Jaksa mengatakan komponen Pesawat CRJ-1000 juga cepat rusak. Kerusakan itu mengakibatkan beberapa pesawat tak dapat diterbangkan sehinga berpengaruh pada pendapatan PT Garuda Indonesia.
“Bahwa terdapat beberapa Pesawat CRJ-1000 ketika baru dioperasikan selama 3 bulan ternyata telah mengalami beberapa kerusakan seperti kerusakan pada mesin pesawat, pampa dan generator, landing gear sehingga kondisi ini tidak sesuai dengan apa yang dijanjikan oleh Pabrik sebelumnya. Atas kondisi tersebut mengakibatkan beberapa pesawat tidak dapat diterbangkan (grounded) sehingga sangat berpengaruh pada pendapatan. Bahwa selain itu ketika pesawat mengalami kerusakan Engine yang belum waktunya maka bagian Maintenance Garuda tidak dapat melakukan perbaikan sehingga mesin pesawat harus dikirim ke manufaktur atau tempat perbaikan yang direkomendasikan,” ujarnya.

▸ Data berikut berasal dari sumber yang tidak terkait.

package dev.settlewell.firmware;

/**
 * A value as C computes it.
 *
 * @param whole true for an integer type, which divides towards zero
 * @param spread the sum of what half the last digits of its floating literals make of it
 */
record Number(double value, boolean whole, double spread) {
  static Number whole(double value) {
    return new Number(value, true, 0);
  }

  static Number real(double value, double spread) {
    return new Number(value, false, spread);
  }
}
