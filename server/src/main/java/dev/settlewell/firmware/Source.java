package dev.settlewell.firmware;

import dev.settlewell.text.SourceText;
import java.util.Optional;

/**
 * A source file that a sheet names.
 *
 * @param text empty where it could not be read
 * @param why one clause, "" where there is a text: {@code there is no such file}
 */
public record Source(Optional<SourceText> text, String why) {
  public static Source of(SourceText text) {
    return new Source(Optional.of(text), "");
  }

  public static Source none(String why) {
    return new Source(Optional.empty(), why);
  }
}
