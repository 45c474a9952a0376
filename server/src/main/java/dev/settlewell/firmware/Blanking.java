package dev.settlewell.firmware;

/** A source with its comments, strings and joined lines blanked, at unchanged offsets. */
final class Blanking {
  private final String source;
  private final StringBuilder out;

  private Blanking(String source) {
    this.source = source;
    this.out = new StringBuilder(source);
  }

  static String of(String source) {
    return new Blanking(source).run();
  }

  private String run() {
    int at = 0;
    while (at < source.length()) {
      at = step(at);
    }
    return out.toString();
  }

  /** Blanks what begins here, and gives where to go on. */
  private int step(int at) {
    char c = source.charAt(at);
    if (c == '\\' && joinsLines(at)) {
      int end = source.charAt(at + 1) == '\r' && source.startsWith("\n", at + 2) ? at + 3 : at + 2;
      return blank(at, end);
    }
    if (source.startsWith("//", at)) {
      return blank(at, lineEnd(at));
    }
    if (source.startsWith("/*", at)) {
      int close = source.indexOf("*/", at + 2);
      return blank(at, close < 0 ? source.length() : close + 2);
    }
    if (c == '"' || c == '\'' && !separatesDigits(at)) {
      return blank(at, quoteEnd(at, c));
    }
    return at + 1;
  }

  private boolean joinsLines(int at) {
    return at + 1 < source.length()
        && (source.charAt(at + 1) == '\n' || source.charAt(at + 1) == '\r');
  }

  /** {@code 1'000}: C++14 and C23 separate digits with an apostrophe. */
  private boolean separatesDigits(int at) {
    return at > 0
        && at + 1 < source.length()
        && Character.digit(source.charAt(at - 1), 16) >= 0
        && Character.digit(source.charAt(at + 1), 16) >= 0;
  }

  private int lineEnd(int at) {
    int end = at;
    while (end < source.length() && source.charAt(end) != '\n') {
      // A joined line belongs to the comment.
      end += source.charAt(end) == '\\' && end + 1 < source.length() ? 2 : 1;
    }
    return Math.min(end, source.length());
  }

  private int quoteEnd(int at, char quote) {
    int end = at + 1;
    while (end < source.length() && source.charAt(end) != quote && source.charAt(end) != '\n') {
      end += source.charAt(end) == '\\' ? 2 : 1;
    }
    return Math.min(end + 1, source.length());
  }

  /** Line breaks stay, but for those that a backslash joins away. */
  private int blank(int from, int to) {
    boolean joined = source.charAt(from) == '\\';
    for (int i = from; i < to; i++) {
      if (joined || source.charAt(i) != '\n') {
        out.setCharAt(i, ' ');
      }
    }
    return to;
  }
}
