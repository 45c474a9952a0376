package dev.settlewell.firmware;

import dev.settlewell.text.Place;
import java.util.OptionalDouble;

/**
 * One definition of a constant in a C or C++ source.
 *
 * @param place of its expression, in the source
 * @param value empty where the expression is not made of literals; {@code why} then says what it is
 *     made of
 * @param halfDigit how far the value may be from the figure it stands for: half the last digit that
 *     is written; 0.5 of a whole number
 */
public record Constant(
    String name, Place place, OptionalDouble value, double halfDigit, String why) {}
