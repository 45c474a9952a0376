package dev.settlewell.firmware;

import dev.settlewell.text.SourceText;
import java.util.ArrayList;
import java.util.HashSet;
import java.util.List;
import java.util.OptionalDouble;
import java.util.Set;
import java.util.regex.Matcher;
import java.util.regex.Pattern;

/**
 * Finds constants in C and C++ sources: {@code #define NAME value}, {@code const} and {@code
 * constexpr} variables, enumerators. The preprocessor is not run: every definition is found, those
 * of all branches of an {@code #if} among them.
 */
public final class Constants {
  /** A value of 0.1f is not 0.1: what single precision may make of it, relative. */
  private static final double SINGLE_PRECISION = 1e-7;

  private static final Pattern DECLARED_CONST =
      Pattern.compile("\\b(?:const|constexpr|constinit)\\b[^;{}]*[\\w*&,>]\\s*$");

  private static final Pattern ENUM_OPENED = Pattern.compile("\\benum\\b[^;{}()]*\\{[^{}]*$");

  private final SourceText source;
  private final String code;
  private final Set<String> open = new HashSet<>();

  private Constants(SourceText source) {
    this.source = source;
    this.code = Blanking.of(source.content());
  }

  /** Every definition of {@code name}, in the order of the text; none where it is not defined. */
  public static List<Constant> find(SourceText source, String name) {
    return new Constants(source).find(name);
  }

  private List<Constant> find(String name) {
    List<Constant> found = new ArrayList<>();
    if (!name.matches("[A-Za-z_][A-Za-z0-9_]*")) {
      return found;
    }
    Matcher word = Pattern.compile("\\b" + name + "\\b").matcher(code);
    while (word.find()) {
      int[] expression = expression(word.start(), word.end());
      if (expression != null) {
        found.add(constant(name, expression[0], expression[1]));
      }
    }
    return found;
  }

  private Constant constant(String name, int from, int to) {
    String text = code.substring(from, to);
    OptionalDouble value = OptionalDouble.empty();
    double halfDigit = 0;
    String why = "";
    try {
      Number number = Expression.value(text, other -> value(other));
      value = OptionalDouble.of(number.value());
      halfDigit =
          number.whole()
              ? 0.5
              : Math.max(number.spread(), SINGLE_PRECISION * Math.abs(number.value()));
    } catch (Expression.NoValue e) {
      why = e.getMessage();
    }
    return new Constant(name, source.place(from, to), value, halfDigit, why);
  }

  /**
   * The value of another constant of this source, or null: none, several, or one that is itself.
   */
  private Number value(String name) {
    if (!open.add(name)) {
      return null;
    }
    try {
      List<Constant> found = find(name);
      if (found.size() != 1) {
        return null;
      }
      int from = found.get(0).place().start();
      int to = found.get(0).place().end();
      return Expression.value(code.substring(from, to), other -> value(other));
    } catch (Expression.NoValue e) {
      return null;
    } finally {
      open.remove(name);
    }
  }

  /** The stretch of the expression that defines the name standing here, or null for a mere use. */
  private int[] expression(int start, int end) {
    int line = code.lastIndexOf('\n', Math.max(0, start - 1)) + 1;
    if (code.substring(line, start).matches("\\s*#\\s*define\\s+")) {
      boolean takesParameters = code.startsWith("(", end);
      int stop = code.indexOf('\n', end);
      return takesParameters ? null : trimmed(end, stop < 0 ? code.length() : stop);
    }
    int sign = skipBlanks(end);
    boolean assigned = code.startsWith("=", sign) && !code.startsWith("==", sign);
    boolean braced = code.startsWith("{", sign);
    String before = code.substring(Math.max(0, start - 2000), start);
    boolean enumerator =
        assigned && ENUM_OPENED.matcher(before).find() && before.matches("(?s).*[{,]\\s*");
    boolean variable = (assigned || braced) && DECLARED_CONST.matcher(before).find();
    if (!enumerator && !variable) {
      return null;
    }
    return trimmed(sign + 1, expressionEnd(sign + 1));
  }

  /** Up to the comma, semicolon or closing brace outside all parentheses. */
  private int expressionEnd(int from) {
    int depth = 0;
    for (int i = from; i < code.length(); i++) {
      char c = code.charAt(i);
      if (depth == 0 && (c == ',' || c == ';' || c == '}')) {
        return i;
      }
      depth += c == '(' || c == '{' ? 1 : c == ')' || c == '}' ? -1 : 0;
    }
    return code.length();
  }

  private int skipBlanks(int from) {
    int at = from;
    while (at < code.length() && Character.isWhitespace(code.charAt(at))) {
      at++;
    }
    return at;
  }

  private int[] trimmed(int from, int to) {
    int start = Math.min(skipBlanks(from), to);
    int end = to;
    while (end > start && Character.isWhitespace(code.charAt(end - 1))) {
      end--;
    }
    return new int[] {start, end};
  }
}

Jaksa mengatakan suku cadang Pesawat CRJ-1000 sulit didapatkan dan harus memesan lebih dulu. Kemudian, biaya perawatan CRJ-1000 juga over budget lantaran adanya komponen pesawat yang rusak sebelum waktu yang dijanjikan.
“Bahwa terdapat komponen yang rusak sebelum waktu yang dijanjikan oleh manufacture serta ketersediaan spare part kurang memadahi sehingga beberapa kali garuda harus melakukan service sendiri melalui GMF, dan seharusnya biaya services dan spare part diganti oleh manufacture namun faktanya sebagian kecil warranty claim yang dikabulkan, dan akhirnya menimbulkan penambahan biaya maintenance,” ujarnya.